Ein Umsatz in dieser Höhe würde im Maschinenbau umgerechnet knapp 35.000 Arbeitsplätze bedeuten. »Erschreckend dabei ist, dass 57 Prozent der Unternehmen von Fälschungen berichten, die eine Gefahr für die Anlage darstellen. Das zeigt, dass es sich bei Plagiaten nicht um Kavaliersdelikte handelt, denn der Betrieb von gefälschten Maschinen oder Anlagen mit gefälschten Komponenten kann eine echte Gefahr für den Bediener bedeuten«, sagt Steffen Zimmermann, Leiter VDMA Competence Center Industrial Security.

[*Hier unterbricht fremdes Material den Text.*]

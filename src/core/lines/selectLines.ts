import { assertFinite, invalid } from '../errors.js';
import type { ListedLine } from './lineTypes.js';
import { normalizeElement, parseSpectrumName } from './spectrumName.js';

export interface SelectLinesOptions {
  /** Element symbols to keep ('Ne', 'hg'); all when absent. */
  elements?: readonly string[];
  /** Spectra to keep ('Ar II'); all when absent. Combined with `elements` as "either". */
  spectra?: readonly string[];
  /** Inclusive wavelength range (nm, air). */
  rangeNm?: readonly [number, number];
  /** Keep only lines flagged persistent or strong. @default false */
  strongOnly?: boolean;
  /** Drop lines weaker than this fraction of the strongest line of their spectrum within the selection. @default 0 */
  minRelativeIntensity?: number;
  /** Keep molecular band heads. @default false */
  includeBands?: boolean;
}

export const SELECT_LINES_DEFAULTS = Object.freeze({ strongOnly: false, minRelativeIntensity: 0, includeBands: false });

/** The lines matching every given criterion, sorted by wavelength. Unknown element symbols are an InputError. */
export function selectLines(lines: readonly ListedLine[], options: SelectLinesOptions = {}): ListedLine[] {
  const o = { ...SELECT_LINES_DEFAULTS, ...options };
  const elements = o.elements?.map((e) => {
    const s = normalizeElement(e);
    if (!s) throw invalid('elements', 'element symbols such as Ne, Hg, Ar', e);
    return s;
  });
  const spectra = o.spectra?.map((s) => parseSpectrumName(s, 'spectra').spectrum);
  let lo = -Infinity;
  let hi = Infinity;
  if (o.rangeNm) {
    [lo, hi] = o.rangeNm;
    assertFinite('rangeNm[0]', lo, 0);
    assertFinite('rangeNm[1]', hi, lo);
  }
  assertFinite('minRelativeIntensity', o.minRelativeIntensity, 0, 1);
  const picked = lines.filter((l) => {
    if (elements || spectra) {
      const byElement = elements?.includes(l.element) ?? false;
      const bySpectrum = spectra?.includes(l.spectrum) ?? false;
      if (!byElement && !bySpectrum) return false;
    }
    if (l.wavelengthNm < lo || l.wavelengthNm > hi) return false;
    if (o.strongOnly && !l.strong) return false;
    if (!o.includeBands && l.kind === 'band-head') return false;
    return true;
  });
  let out = picked;
  if (o.minRelativeIntensity > 0) {
    const max = new Map<string, number>();
    for (const l of picked) max.set(l.spectrum, Math.max(max.get(l.spectrum) ?? 0, l.intensity));
    out = picked.filter((l) => l.intensity >= o.minRelativeIntensity * (max.get(l.spectrum) ?? 0));
  }
  return [...out].sort((a, b) => a.wavelengthNm - b.wavelengthNm);
}
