/**
 * Relative intensities as NIST ASD and the Handbook print them: a number with character codes before or after it
 * (`1000h` hazy, `50*` intensity shared by several lines, `200bl` blended, `9c` complex, `5w` wide, `(200)` in
 * parentheses, `300P` persistent), or only codes with no number. Only the number is kept; the codes are returned for
 * notes (ASD line-list help, "Relative intensity" codes).
 */
export interface IntensityReading {
  /** The number, or null when the cell has none (blank, or codes alone). */
  value: number | null;
  /** The characters around the number, as written (e.g. 'h', '*', 'bl', '()'). */
  codes: string;
}

const CELL = /^[([]?\s*([A-Za-z*:?~]{0,4})\s*(\d+(?:\.\d*)?(?:[eE][+-]?\d+)?|\.\d+)?\s*([A-Za-z*:?~,\-]{0,6})\s*[)\]]?\s*([A-Za-z*:?~,\-]{0,6})$/;

/** Reads one intensity cell; returns null when the cell is not an intensity at all (garbage). */
export function readIntensityCode(cell: string): IntensityReading | null {
  const text = cell.trim().replace(/^="?|"$/g, '');
  if (text === '') return { value: null, codes: '' };
  const m = CELL.exec(text);
  if (!m) return null;
  const value = m[2] === undefined ? null : Number(m[2]);
  if (value !== null && !Number.isFinite(value)) return null;
  const parens = /^[([]/.test(text) ? '()' : '';
  return { value, codes: parens + m[1] + m[3] + m[4] };
}
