/**
 * Wavelength scales in the page: calibrating a capture from a lamp (automatic matching) and/or clicked pairs, turning
 * the fit into an instrument profile (the same JSON format as `glowprint calibrate --out`), and applying a profile to
 * a spectrum and its peaks. All of it is the core's (src/core/calibration); this file only wires it to a capture.
 */
import { calibrateFromPeaks, gratingPriors, type CalibrationResult, zeroOrderSighting } from '../../../src/core/calibration/calibrate.js';
import { calibrationLampLines } from '../../../src/core/calibration/calibrationLines.js';
import type { DispersionFit, ModelChoice } from '../../../src/core/calibration/fitDispersion.js';
import type { ManualPair } from '../../../src/core/calibration/matchLines.js';
import { dispersionAtNmPerPx, wavelengthAtNm } from '../../../src/core/calibration/model.js';
import type { CalibrationScale } from '../../../src/core/calibration/uncertainty.js';
import type { CalibrationSummary } from '../../../src/core/identify/identifySpectrum.js';
import {
  applyProfileToPeaks,
  buildProfile,
  positionsInProfileFrame,
  type AppliedProfile,
  type CameraSummary,
  type InstrumentProfile,
} from '../../../src/core/calibration/profile.js';
import type { BandGeometry } from '../../../src/core/types.js';
import { lampCatalog } from '../data/catalog.js';
import type { SpectrumCapture } from './pipeline.js';

export const SOFTWARE = { name: 'glowprint web', version: '0.1.0' } as const;

export interface CalibrateCaptureOptions {
  /** Lamp spec ('fluorescent', 'Ne,Hg', 'laser:632.816'), or null for pairs alone. */
  lamp: string | null;
  pairs: ManualPair[];
  model: ModelChoice;
  camera: CameraSummary | null;
}

export interface ScaleResult {
  profile: InstrumentProfile;
  calibration: CalibrationResult;
  lampDescription: string | null;
  warnings: string[];
}

/** Capture (+ lamp and/or pairs) → calibration and an instrument profile of this rig. */
export function calibrateCapture(capture: SpectrumCapture, options: CalibrateCaptureOptions): ScaleResult {
  const warnings: string[] = [];
  let lines = null;
  let lampDescription: string | null = null;
  if (options.lamp) {
    // Every listed line of the lamp, blends re-judged at the capture's resolution: as glowprint calibrate does.
    const lamp = calibrationLampLines(options.lamp, lampCatalog());
    lines = lamp.lines;
    lampDescription = lamp.description;
    warnings.push(...lamp.warnings);
  }
  const priors = gratingPriors({
    image: capture.image,
    band: capture.band,
    focalLength35mmMm: options.camera?.focalLength35mmMm,
  });
  const grating = {
    ...(priors.focalLengthPx ? { focalLengthPx: priors.focalLengthPx } : {}),
    ...(priors.axisPositionPx ? { axisPositionPx: priors.axisPositionPx } : {}),
  };
  const spec = options.lamp;
  const calibration = calibrateFromPeaks(capture.peaks, lines, {
    pairs: options.pairs,
    // The zero order the band search found is the 0 nm point of the first-order scale (as glowprint calibrate).
    match: { zeroOrder: zeroOrderSighting(capture.band?.zeroOrderPx) },
    fit: { model: options.model, grating },
    linesAtResolution: spec ? (resolutionNm) => calibrationLampLines(spec, lampCatalog(), resolutionNm).lines : null,
  });
  warnings.push(...calibration.warnings);
  const profile = profileFromFit(calibration.fit, capture, {
    lamp: options.lamp ?? 'pairs',
    camera: options.camera,
    focalLengthSource: priors.focalLengthSource,
  });
  return { profile, calibration, lampDescription, warnings };
}

/** A fit made on `capture` → an instrument profile (as `glowprint calibrate --out` writes). */
export function profileFromFit(
  fit: DispersionFit,
  capture: SpectrumCapture,
  context: { lamp: string; camera: CameraSummary | null; focalLengthSource?: 'exif' | 'given' | 'fitted' },
): InstrumentProfile {
  const band: BandGeometry | null = capture.band
    ? { angleDeg: capture.band.angleDeg, slantDeg: capture.band.slantDeg, center: { ...capture.band.center }, lengthPx: capture.band.lengthPx, heightPx: capture.band.heightPx }
    : null;
  return buildProfile(fit, {
    lamp: context.lamp,
    sourceFile: capture.kind === 'camera' ? null : capture.sourceName,
    image: capture.image,
    camera: context.camera,
    band,
    focalLengthSource: context.focalLengthSource,
    createdAt: new Date().toISOString(),
    software: { ...SOFTWARE },
  });
}

/**
 * The scale a spectrum gave itself (self-calibrating identification) as an instrument profile, so later captures of
 * the same rig can use it. The profile records it (lamp `self:<lamp>`); the matched lines themselves are not listed.
 */
export function profileFromSelfScale(
  scale: CalibrationScale,
  summary: CalibrationSummary,
  capture: SpectrumCapture,
  camera: CameraSummary | null,
): InstrumentProfile {
  const [x0, x1] = scale.rangePx;
  const a = wavelengthAtNm(scale.model, x0);
  const b = wavelengthAtNm(scale.model, x1);
  const dispersion = dispersionAtNmPerPx(scale.model, (x0 + x1) / 2);
  const rmsNm = summary.rmsNm ?? 0;
  const fit = {
    model: scale.model,
    checkModel: scale.checkModel,
    rangePx: [x0, x1],
    rangeNm: [Math.min(a, b), Math.max(a, b)],
    dispersionNmPerPx: dispersion,
    rmsNm,
    rmsPx: rmsNm / Math.abs(dispersion),
    birgeRatio: NaN,
    linesUsed: summary.linesUsed ?? 2,
    lines: [],
  } as unknown as DispersionFit;
  return profileFromFit(fit, capture, { lamp: `self:${summary.lamp ?? 'spectrum'}`, camera });
}

/**
 * Wavelength of each sample of a spectrum measured along `band` (null for a CSV spectrum) under `profile`: positions
 * are carried into the profile's band frame through the image, as applyProfileToPeaks does for peaks.
 */
export function sampleWavelengths(positionsPx: ArrayLike<number>, band: BandGeometry | null, profile: InstrumentProfile): Float64Array {
  const xs = Array.from(positionsPx);
  const inFrame = band && profile.band ? positionsInProfileFrame(xs, band, profile.band).positionsPx : xs;
  return Float64Array.from(inFrame, (x) => wavelengthAtNm(profile.model, x));
}

/** Peaks of a capture with wavelengths and uncertainties from a profile, and the geometry warnings. */
export function applyProfile(capture: SpectrumCapture, profile: InstrumentProfile): AppliedProfile {
  return applyProfileToPeaks(capture.peaks, profile, {
    image: capture.image,
    band: capture.band,
    source: capture.sourceName,
  });
}
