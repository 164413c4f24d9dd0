import { parse } from 'csv-parse/sync';
import { InputError } from '../errors.js';
import { vacuumToAirNm } from '../units/airVacuum.js';
import { readIntensityCode } from './intensityCode.js';
import type { LineListResult, ListedLine } from './lineTypes.js';
import { formatSpectrum, parseSpectrumName, type SpectrumName } from './spectrumName.js';

export interface ParseNistAsdOptions {
  /**
   * Which wavelength to keep: 'observed', 'ritz' (computed from the energy levels), or 'prefer-observed' (observed
   * where the row has one, else Ritz). @default 'prefer-observed'
   */
  wavelength?: 'observed' | 'ritz' | 'prefer-observed';
  /** Spectrum of an export without a spectrum column; else read from the file name ('HgI_air.ascii' → Hg I). */
  spectrum?: string;
  /** Rows without a numeric intensity: 'skip' them (counted in one warning) or keep them with intensity 0. @default 'skip' */
  missingIntensity?: 'skip' | 'zero';
  /** A row that cannot be read: 'fail' throws an InputError naming the line, 'skip' drops it with a warning. @default 'fail' */
  onBadRow?: 'fail' | 'skip';
}

export const NIST_ASD_DEFAULTS = Object.freeze({
  wavelength: 'prefer-observed' as 'observed' | 'ritz' | 'prefer-observed',
  missingIntensity: 'skip' as 'skip' | 'zero',
  onBadRow: 'fail' as 'fail' | 'skip',
});

/** Where a wavelength column's values are and in which unit and medium. */
interface WavelengthColumn {
  index: number;
  header: string;
  toNm: number;
  vacuum: boolean;
}

interface Columns {
  observed?: WavelengthColumn;
  ritz?: WavelengthColumn;
  intensity?: number;
  spectrum?: number;
  element?: number;
  ionStage?: number;
}

/** Raw rows from any of the three layouts, with their 1-based line numbers. */
interface Table {
  format: LineListResult['format'];
  columns: Columns;
  rows: Array<{ line: number; cells: string[] }>;
}

const WAVELENGTH_TEXT = /^(\d+(?:\.\d*)?|\.\d+)\s*[+*?:&a-z]{0,2}$/i;

function unitOf(header: string): { toNm: number; vacuum: boolean } | null {
  const h = header.toLowerCase();
  const vacuum = /vac/.test(h);
  if (/\(nm\)|\bnm\b/.test(h)) return { toNm: 1, vacuum };
  if (/\((å|a|angstrom)\)|å/.test(h)) return { toNm: 0.1, vacuum };
  if (/\((µm|um)\)/.test(h)) return { toNm: 1000, vacuum };
  return null;
}

/** The spectrum from a file name as the ASD or its users name exports: 'nist_HgII.txt', 'ArI_air.ascii', 'Ne_I.csv'. */
export function spectrumFromFileName(source: string): SpectrumName | null {
  const base = source.split(/[\\/]/).pop() ?? source;
  const m = /(?:^|[_\-\s.])([A-Z][a-z]?)[_\s-]?(I{1,3}|IV|V|VI)(?=[_\-\s.]|$)/.exec(base) ?? /^([A-Z][a-z]?)(I{1,3}|IV|V)(?=[_\-.])/.exec(base);
  if (!m) return null;
  try {
    return parseSpectrumName(`${m[1]} ${m[2]}`);
  } catch {
    return null;
  }
}

/**
 * The ASD's fixed-width text output: '|'-separated cells under a header of several lines (optionally starting with
 * '#'), closed by a dashed rule. Header cells are matched to data cells by character position, since the level
 * columns split into sub-columns (Conf. | Term | J) only on the last header line.
 */
function readAscii(lines: string[], source: string): Table | null {
  const strip = (t: string) => t.replace(/^#/, '');
  const isRule = (t: string) => /^[\s\-|+=]+$/.test(strip(t)) && /-{5,}/.test(t);
  const headerStart = lines.findIndex((t) => t.includes('|') && /observed|ritz/i.test(t) && /wavelength|observed/i.test(t));
  if (headerStart < 0) return null;
  // The header ends at a dashed rule, or (in a hand-trimmed export) just before the first row starting with a number.
  let headerEnd = headerStart;
  while (headerEnd < lines.length && !isRule(lines[headerEnd]) && !(headerEnd > headerStart && /^\s*\|?\s*\d/.test(lines[headerEnd]))) {
    headerEnd++;
  }
  const closedByRule = headerEnd < lines.length && isRule(lines[headerEnd]);
  const header = lines.slice(headerStart, headerEnd).map((t) => (t.startsWith('#') ? ' ' + t.slice(1) : t));
  const spans = header.map((t) => {
    const out: Array<{ start: number; end: number; text: string }> = [];
    let start = 0;
    for (let i = 0; i <= t.length; i++) {
      if (i === t.length || t[i] === '|') {
        out.push({ start, end: i, text: t.slice(start, i).trim() });
        start = i + 1;
      }
    }
    return out;
  });
  const nameAt = (mid: number) =>
    spans
      .map((row) => row.find((s) => s.start <= mid && mid < s.end + 1)?.text ?? '')
      .filter((t) => t !== '' && !/^-+$/.test(t))
      .join(' ')
      .replace(/\s+/g, ' ');
  // Column names from the first data line's cell positions.
  const dataLines: Array<{ line: number; text: string }> = [];
  for (let i = closedByRule ? headerEnd + 1 : headerEnd; i < lines.length; i++) {
    const t = lines[i];
    if (t.trim() === '' || t.startsWith('#') || isRule(t)) continue;
    if (/^[\s|]*$/.test(t)) continue;
    if (/observed|ritz|wavelength|air\s*\(|vac\s*\(/i.test(t) && !/\d{3}/.test(t.split('|')[0] ?? '')) continue; // repeated header
    dataLines.push({ line: i + 1, text: t });
  }
  const first = dataLines[0]?.text ?? header[header.length - 1];
  const cellSpans: Array<{ start: number; end: number }> = [];
  let s0 = 0;
  for (let i = 0; i <= first.length; i++) {
    if (i === first.length || first[i] === '|') {
      cellSpans.push({ start: s0, end: i });
      s0 = i + 1;
    }
  }
  const names = cellSpans.map((s) => nameAt((s.start + s.end) / 2));
  const columns = findColumns(names, source);
  return {
    format: 'nist-asd-ascii',
    columns,
    rows: dataLines.map((d) => ({ line: d.line, cells: d.text.split('|') })),
  };
}

/** The ASD's CSV and tab-delimited outputs: one header row (obs_wl_air(nm), ritz_wl_air(nm), intens, …), cells maybe written as ="…". */
function readDelimited(lines: string[], source: string): Table | null {
  const headerIndex = lines.findIndex((t) => /(obs|ritz)_wl_(air|vac)/i.test(t));
  if (headerIndex < 0) return null;
  const tab = lines[headerIndex].includes('\t');
  const body = lines.slice(headerIndex).join('\n');
  let records: Array<{ record: string[]; info: { lines: number } }>;
  try {
    records = parse(body, {
      delimiter: tab ? '\t' : ',',
      relax_column_count: true,
      relax_quotes: true,
      skip_empty_lines: true,
      info: true,
    }) as unknown as Array<{ record: string[]; info: { lines: number } }>;
  } catch (e) {
    throw new InputError(`${source}: cannot read the ASD table (${(e as Error).message})`, source);
  }
  const clean = (c: string) => c.trim().replace(/^="?/, '').replace(/"$/, '').trim();
  const names = records[0].record.map(clean);
  const columns = findColumns(names, source);
  return {
    format: tab ? 'nist-asd-tab' : 'nist-asd-csv',
    columns,
    rows: records.slice(1).map((r) => ({ line: headerIndex + r.info.lines, cells: r.record.map(clean) })),
  };
}

function findColumns(names: string[], source: string): Columns {
  const columns: Columns = {};
  names.forEach((raw, index) => {
    const n = raw.toLowerCase();
    const wl = (kind: 'observed' | 'ritz') => {
      const unit = unitOf(raw);
      if (!unit) throw new InputError(`${source}: cannot tell the unit of the column "${raw}" (expected nm or Å)`, source);
      columns[kind] ??= { index, header: raw, ...unit };
    };
    if (/^obs_wl_|observed.*wavelength|^observed/.test(n) && !/unc|obs-ritz/.test(n)) wl('observed');
    else if (/^ritz_wl_|ritz.*wavelength|^ritz/.test(n) && !/unc/.test(n)) wl('ritz');
    else if (/^intens|rel\.?\s*int/.test(n)) columns.intensity ??= index;
    else if (/^spectrum|^sp\.?$/.test(n)) columns.spectrum ??= index;
    else if (n === 'element') columns.element ??= index;
    else if (n === 'sp_num') columns.ionStage ??= index;
  });
  if (!columns.observed && !columns.ritz) {
    throw new InputError(`${source}: no observed or Ritz wavelength column in this ASD export`, source);
  }
  return columns;
}

/**
 * Reads a line list exported by the NIST Atomic Spectra Database: the fixed-width text output ('|' cells, as in
 * `nist_HgI.txt` / `HgI_air.ascii` exports), the CSV output, or the tab-delimited output. Keeps the observed or
 * Ritz wavelength (see `wavelength`), converted to nm (vacuum values from 200 nm up converted to standard air by the
 * IAU formula); the relative intensity with its character codes stripped (`1000h`, `50*`, `(200)`, `200bl`).
 * A row whose wavelength or intensity cell is not what the ASD writes is an InputError naming `source` and the line
 * (or a warning per row with `onBadRow: 'skip'`).
 */
export function parseNistAsd(text: string, source: string, options: ParseNistAsdOptions = {}): LineListResult {
  const o = { ...NIST_ASD_DEFAULTS, ...options };
  if (!['observed', 'ritz', 'prefer-observed'].includes(o.wavelength)) {
    throw new InputError(`wavelength: expected 'observed', 'ritz' or 'prefer-observed', got ${JSON.stringify(o.wavelength)}`, 'wavelength');
  }
  const lines = text.replace(/^\uFEFF/, '').split(/\r\n|\n|\r/);
  const table = readDelimited(lines, source) ?? readAscii(lines, source);
  if (!table) {
    throw new InputError(
      `${source}: not a NIST ASD line export (expected the text table with Observed/Ritz wavelength columns, or the CSV/tab output with obs_wl_… columns)`,
      source,
    );
  }
  const { columns } = table;
  const wanted =
    o.wavelength === 'observed' ? [columns.observed] : o.wavelength === 'ritz' ? [columns.ritz] : [columns.observed, columns.ritz];
  if (!wanted.some((c) => c)) {
    throw new InputError(`${source}: the export has no ${o.wavelength} wavelength column`, source);
  }
  const fileSpectrum = o.spectrum !== undefined ? parseSpectrumName(o.spectrum) : spectrumFromFileName(source);
  const perRowSpectrum = columns.spectrum !== undefined || columns.element !== undefined;
  if (!perRowSpectrum && !fileSpectrum) {
    throw new InputError(
      `${source}: the export names no spectrum (no Spectrum/element column, and none in the file name); give it, e.g. 'Hg I'`,
      source,
    );
  }
  const warnings: string[] = [];
  const out: ListedLine[] = [];
  let noWavelength = 0;
  let noIntensity = 0;
  let vacuumSeen = false;
  for (const { line, cells } of table.rows) {
    const fail = (what: string, got: string) => {
      const message = `${source}: line ${line}: expected ${what}, got ${JSON.stringify(got.trim())}`;
      if (o.onBadRow === 'skip') warnings.push(`${message} (row skipped)`);
      else throw new InputError(message, source);
    };
    if (cells.every((c) => c.trim() === '')) continue;
    if (table.format === 'nist-asd-ascii' && cells.length < 3) {
      fail("a row of '|'-separated cells", cells.join('|'));
      continue;
    }
    let wavelengthNm: number | null = null;
    let bad = false;
    for (const col of wanted) {
      if (!col) continue;
      const raw = (cells[col.index] ?? '').trim();
      if (raw === '') continue;
      if (!WAVELENGTH_TEXT.test(raw)) {
        fail(`a wavelength in column "${col.header}"`, raw);
        bad = true;
        break;
      }
      const value = Number((parseFloat(raw) * col.toNm).toPrecision(12));
      if (!(value > 0)) {
        fail(`a positive wavelength in column "${col.header}"`, raw);
        bad = true;
        break;
      }
      if (col.vacuum) vacuumSeen = true;
      wavelengthNm = col.vacuum && value >= 200 ? vacuumToAirNm(value, { formula: 'iau' }) : value;
      break;
    }
    if (bad) continue;
    if (wavelengthNm === null) {
      noWavelength++;
      continue;
    }
    let intensity = 0;
    let codes = '';
    if (columns.intensity !== undefined) {
      const raw = cells[columns.intensity] ?? '';
      const reading = readIntensityCode(raw);
      if (!reading) {
        fail('a relative intensity as the ASD writes it (e.g. 1000, 50*, 200h, (30))', raw);
        continue;
      }
      codes = reading.codes;
      if (reading.value === null) {
        noIntensity++;
        if (o.missingIntensity === 'skip') continue;
      } else intensity = reading.value;
    }
    let spectrum: SpectrumName;
    if (columns.spectrum !== undefined && (cells[columns.spectrum] ?? '').trim() !== '') {
      try {
        spectrum = parseSpectrumName(cells[columns.spectrum]);
      } catch {
        fail("a spectrum such as 'Ne I'", cells[columns.spectrum]);
        continue;
      }
    } else if (columns.element !== undefined && (cells[columns.element] ?? '').trim() !== '') {
      const stage = Number((cells[columns.ionStage ?? -1] ?? '1').trim() || '1');
      try {
        spectrum = parseSpectrumName(formatSpectrum(cells[columns.element].trim(), stage));
      } catch {
        fail('an element and sp_num', `${cells[columns.element]} ${stage}`);
        continue;
      }
    } else if (fileSpectrum) {
      spectrum = fileSpectrum;
    } else {
      fail('a spectrum in the Spectrum column', '');
      continue;
    }
    const entry: ListedLine = {
      wavelengthNm,
      intensity,
      element: spectrum.element,
      spectrum: spectrum.spectrum,
      ionStage: spectrum.ionStage,
      kind: 'atomic',
      persistent: false,
      strong: false,
      blend: /bl/.test(codes),
      source,
    };
    if (codes) entry.note = `ASD intensity codes: ${codes}`;
    out.push(entry);
  }
  if (noWavelength > 0) {
    warnings.push(`${source}: ${noWavelength} rows without ${o.wavelength === 'ritz' ? 'a Ritz' : 'an observed'} wavelength skipped`);
  }
  if (noIntensity > 0) {
    warnings.push(
      o.missingIntensity === 'skip'
        ? `${source}: ${noIntensity} rows without a numeric intensity skipped`
        : `${source}: ${noIntensity} rows without a numeric intensity kept with intensity 0`,
    );
  }
  if (vacuumSeen) warnings.push(`${source}: vacuum wavelengths from 200 nm up converted to standard air (IAU formula, Morton 2000)`);
  if (out.length === 0) throw new InputError(`${source}: no lines with a wavelength and intensity in this ASD export`, source);
  out.sort((a, b) => a.wavelengthNm - b.wavelengthNm);
  return { lines: out, warnings, format: table.format };
}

Alle zwei Jahre befragt der VDMA seine Mitgliedsfirmen zu den Bedrohungen und Auswirkungen von Fälschungen. In der aktuellen Studie, die vom Fraunhofer-Institut für Angewandte und Integrierte Sicherheit AISEC im Auftrag des VDMA erstellt wurde, gaben 74 Prozent der befragten Unternehmen an, von Produktpiraterie betroffen zu sein, bei Unternehmen mit mehr als 500 Mitarbeitern erreichte dieser Anteil sogar 90 Prozent – beides sind neue Höchstwerte.